The term big-data is not only about the collection of large quantities of inter-connected and inter-dependent meaningful data but also encompasses speedy handling, processing, and analysis of data. This is something most companies are not ready for, and most service providers are yet to take on the challenges fully. This creates a huge difference between demand and supply and provides a colossal opportunity for those in service market to make a neat profit by providing these services to all those in need. However, that is easier said than done.
The service industry started with providing software to help businesses, moved on to providing platforms and ready infrastructure and is now helping companies to move to the cloud. In all these cases, the service industry faced issues that could be solved and learned from, so that it took less effort when tackling a similar problem. However, the problem with taking on big-data projects of various organizations is that, they are almost never similar- some collect data from thousands of sensors, for some, data is paper records, collected over decades, and for others, digitally stored documents, pictures, or even sound and video recordings. What these companies want to make out of the data also vary-
With such a variety of structured and unstructured data and assortment of problem statements, you can understand, that every problem and every client is different and would need a custom effort and approach. A specialized team would be needed, and service-companies can’t just build a team of mass-recruited fresher’s with basic skill-sets.

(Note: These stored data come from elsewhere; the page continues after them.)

TEST(Band, FittedSharesOfCorrelatedInputs) {
  // peak head rises with the flow alone to first order here; the level is made its companion
  const Ready r = ready(surge_words("draws = 2048", "[together]\n\"tank level, gate flow\" = 0.8\n"));
  const auto out = band(r, {.surge = true});
  const auto& shares = out.bands.answers[1].sensitivity;  // flow = gate flow
  const auto of = [&](const std::string& name) {
    return *std::ranges::find(shares, name, &answers::SensitivityAnswer::input);
  };
  const double rho = 2.0 * std::sin(M_PI * 0.8 / 6.0);
  EXPECT_NEAR(of("gate flow").first, 1.0, 0.01);
  EXPECT_NEAR(of("gate flow").total, 1.0 - rho * rho, 0.03);  // the level tells the rest
  EXPECT_NEAR(of("tank level").first, rho * rho, 0.03);
  EXPECT_NEAR(of("tank level").total, 0.0, 0.01);
}

TEST(Band, MoreThanAHundredThousandRunsAreThinned) {
  const auto out = band(ready(words("draws = 250000\ndesign = \"plain\"")));
  EXPECT_EQ(out.bands.draws, 250000);
  EXPECT_EQ(out.bands.stride, 3);
  EXPECT_EQ(out.bands.run_status.size(), 83334U);
  EXPECT_EQ(out.bands.output_value.size(), 2U * 83334U);
}

}  // namespace
}  // namespace headband::montecarlo
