// SPDX-License-Identifier: MIT
#include "montecarlo/sensitivity/polynomial.hpp"

#include "core/base/spread.hpp"
#include "montecarlo/sampling/philox.hpp"

#include <gtest/gtest.h>

#include <cmath>
#include <numbers>

namespace headband::montecarlo {
namespace {

double normal(double u) { return base::normal_quantile(base::Lanes<1>(u)).number; }

std::vector<FitInput> inputs_of(std::size_t count, std::size_t draws, bool normal_ones) {
  std::vector<FitInput> inputs(count);
  for (std::size_t u = 0; u < count; ++u) {
    inputs[u].normal = normal_ones;
    for (std::uint64_t i = 0; i < draws; ++i) inputs[u].score.push_back(score_of_bits(philox_bits(4, i, u)));
  }
  return inputs;
}

TEST(Polynomial, LinearAndProductInNormals) {
  const auto inputs = inputs_of(3, 2048, true);
  std::vector<double> linear, product;
  for (std::size_t i = 0; i < 2048; ++i) {
    const double a = normal(inputs[0].score[i]), b = normal(inputs[1].score[i]), c = normal(inputs[2].score[i]);
    linear.push_back(a + 2.0 * 0.5 * b + 3.0 * 0.2 * c);
    product.push_back((1.0 + 0.5 * a) * (1.0 + 0.5 * b) * (1.0 + 0.5 * c));
  }
  // variances 1, 1, 0.36 of 2.36, as in the reference file: a model met exactly has no noise of the draws in its shares
  const auto l = fit_shares(inputs, linear);
  EXPECT_NEAR(l.explained, 1.0, 1e-6);
  EXPECT_NEAR(l.first[0] / l.first[1], 1.0, 1e-6);
  EXPECT_NEAR(l.first[2] / l.first[1], 0.36, 1e-6);
  EXPECT_NEAR(l.first[0], 1.0 / 2.36, 1e-6);
  // product: V = 1.25^3 - 1; S = 0.25 / V; ST = 0.25 * 1.25^2 / V
  const auto p = fit_shares(inputs, product);
  EXPECT_NEAR(p.explained, 1.0, 1e-6);
  const double v = std::pow(1.25, 3.0) - 1.0;
  for (std::size_t u = 0; u < 3; ++u) {
    EXPECT_NEAR(p.first[u], 0.25 / v, 1e-6);
    EXPECT_NEAR(p.total[u], 0.25 * 1.5625 / v, 1e-6);
    EXPECT_NEAR(p.total[u] / p.first[u], 1.5625, 1e-6);
  }
}

TEST(Polynomial, IshigamiInEvenInputs) {
  const auto inputs = inputs_of(3, 4096, false);
  std::vector<double> y;
  for (std::size_t i = 0; i < 4096; ++i) {
    const auto x = [&](std::size_t u) { return std::numbers::pi * (2.0 * inputs[u].score[i] - 1.0); };
    y.push_back(std::sin(x(0)) + 7.0 * std::pow(std::sin(x(1)), 2.0) + 0.1 * std::pow(x(2), 4.0) * std::sin(x(0)));
  }
  const auto s = fit_shares(inputs, y);
  EXPECT_GT(s.explained, 0.95);
  EXPECT_NEAR(s.first[0], 0.3139, 0.01);  // reference values, at plain draws
  EXPECT_NEAR(s.first[1], 0.4424, 0.01);
  EXPECT_NEAR(s.first[2], 0.0, 0.01);
  EXPECT_NEAR(s.total[2], 0.2437, 0.01);
}

TEST(Polynomial, ChoicesAndManyInputs) {
  auto inputs = inputs_of(30, 2048, true);
  inputs[29].option_ends = {0.3, 0.8, 1.0};
  std::vector<double> y;
  for (std::size_t i = 0; i < 2048; ++i) {
    const double option = inputs[29].score[i] < 0.3 ? 0.0 : (inputs[29].score[i] < 0.8 ? 1.0 : 3.0);
    y.push_back(normal(inputs[3].score[i]) + option);
  }
  const auto s = fit_shares(inputs, y);
  // Var(option) = 0.5 + 0.2 * 9 - 1.1^2 = 1.09, of 2.09
  EXPECT_GT(s.explained, 0.99);
  EXPECT_NEAR(s.first[29], 1.09 / 2.09, 0.01);
  EXPECT_NEAR(s.first[3], 1.0 / 2.09, 0.01);
  EXPECT_NEAR(s.total[7], 0.0, 1e-3);
}

/// High degrees in few inputs are tried where what the other inputs do is small beside what a low degree leaves open:
/// sin(2 pi u) leaves 5e-8 of its variance open above degree 7 of the Legendre polynomials,
/// and seven inputs allow no more than degree 3 in all of them.
TEST(Polynomial, HighDegreesInTheStrongestInput) {
  const auto inputs = inputs_of(7, 4096, false);
  std::vector<double> y;
  for (std::size_t i = 0; i < 4096; ++i) {
    double sum = std::sin(2.0 * std::numbers::pi * inputs[2].score[i]);
    for (std::size_t u = 0; u < 7; ++u) sum += u == 2 ? 0.0 : 0.02 * std::sqrt(12.0) * (inputs[u].score[i] - 0.5);
    y.push_back(sum);
  }
  const double v = 0.5 + 6.0 * 0.02 * 0.02;
  const auto s = fit_shares(inputs, y);
  EXPECT_GT(s.explained, 1.0 - 1e-6);
  EXPECT_NEAR(s.first[2], 0.5 / v, 2e-5);
  EXPECT_NEAR(s.total[2], 0.5 / v, 2e-5);
  for (const std::size_t u : {0U, 1U, 3U, 4U, 5U, 6U}) EXPECT_NEAR(s.first[u], 0.0004 / v, 2e-5) << u;
}

/// A smooth function of four inputs, one of them weak: its interactions keep all four in the fit, which degree 4 ends.
/// Above it lie 0.14^5/5!/(e^0.14 - 1) = 3e-6 of the variance, and noise of that size leaves sqrt(3e-6/4096) in each
/// coefficient: 2 sqrt(S) times it in a share S, 4e-5 at most, one standard error.
TEST(Polynomial, AWeakInputKeepsItsInteractions) {
  const auto inputs = inputs_of(4, 4096, true);
  const double d[] = {0.3, 0.2, 0.1, 0.01};  // squares sum to 0.14
  std::vector<double> y;
  for (std::size_t i = 0; i < 4096; ++i) {
    double log = 0.0;
    for (std::size_t u = 0; u < 4; ++u) log += d[u] * normal(inputs[u].score[i]);
    y.push_back(std::exp(log));
  }
  // a product of lognormals: V = prod e^(d^2) - 1, first = (e^(d^2) - 1) / V, total = first times the others' e^(d^2)
  double all = 1.0;
  for (const double x : d) all *= std::exp(x * x);
  const auto s = fit_shares(inputs, y);
  EXPECT_GT(s.explained, 1.0 - 1e-5);
  for (std::size_t u = 0; u < 4; ++u) {
    const double own = std::expm1(d[u] * d[u]);
    EXPECT_NEAR(s.first[u], own / (all - 1.0), 1.6e-4) << u;
    EXPECT_NEAR(s.total[u], own * all / std::exp(d[u] * d[u]) / (all - 1.0), 1.6e-4) << u;
  }
}

TEST(Polynomial, SaysWhenItDoesNotFit) {
  const auto inputs = inputs_of(2, 1024, false);
  std::vector<double> noise;
  for (std::uint64_t i = 0; i < 1024; ++i) noise.push_back(score_of_bits(philox_bits(9, i, 1)));
  EXPECT_LT(fit_shares(inputs, noise).explained, 0.05);
  const auto constant = fit_shares(inputs, std::vector<double>(1024, 2.0));
  EXPECT_EQ(constant.first[0], 0.0);
  EXPECT_TRUE(std::isnan(fit_shares(inputs, std::vector<double>(1024, std::nan(""))).first[0]));
}

}  // namespace
}  // namespace headband::montecarlo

In this initial stage, both business analysts, as well as data scientists, would have to sit and decide as to which business problem will be solved and what improvements in metrics are aimed using which dataset. Unless this is done at the very beginning, roadblocks and confusion would set in at later stages.
Although this might not seem to be a part of big data analysis, it is an important part indeed. Without the data, what would you even analyze? Most companies and organizations have saved petabytes of data, but mostly in unstructured formats, and having duplicate entries and other errors. The first service that would be required is data collection, followed by data cleansing since we all know about the bane of dirty data. When we hear, “big data”, the first thing that comes to our mind are complex models and colorful inferences in the form of 3D graphs. The reality is far from it. On average, 60-80% of the total project time, is spent by data-scientists to prepare their data, clean it, and store it in an organized fashion.
Indeed, most data scientists find cleaning and preparing data as the most unenjoyable part of their work, but after all, it is the most important one. Unless the data that you have, is spick and span, it is more or less guaranteed, that your inferences won’t be first grade either. From Excel to Python or R, there are several ways to clean and structure data, so that it can be used as per requirements later on. In case there are more than one sources of data, say a company collects data, both from video feed as well as sensors, there has to be a point, where the data meet, or where one data compliments the other. For this, the data has to be structured properly and is a part of the cleaning phase as well. It is important that all collected data, be it from more than one sources must give the same inference, or point in the same direction.
It is at this step, where the so-called “magic” happens. Different models are built, the data is split into training and test sets and with much difficulty and going round and round the same problem, trying to increase accuracy, the team has to converge at one particular model that it thinks, is ideal for the problem at hand. It might also happen, that more than one model is used and the most common result is chosen. It is a test and retest phase where experience helps more than theory.
What looks good in the book, might not in real life. It is rarely seen that a modeling algorithm hits gold at first go. The model has to be closely monitored and its results documented and stored, so that the model can be re-trained, continuously so that it keeps getting better. Other optimization might also be needed, as the data science team sees fit, from time to time.
Like any other software product, it would need maintenance so as to make sure that it does not train itself on new incoming junk data, or it is able to adapt to some new changes in the data stream, etc.
Data science is a relatively new domain and it is highly unlikely that companies around the globe will try to build their own data-science team, from scratch. The challenges start right from the hiring process since you would need people with some specialized skill-set and a bit of experience as well. You might even need to take the help of someone who has an experience in putting together a data-science team and has done it before. Sounds almost like putting together a task force for the military right? Tackling big-data is no less challenging, let me assure you. This leaves a lot of playing field for service providers, and it is time for them to train capable individuals in their organization, and seize the day.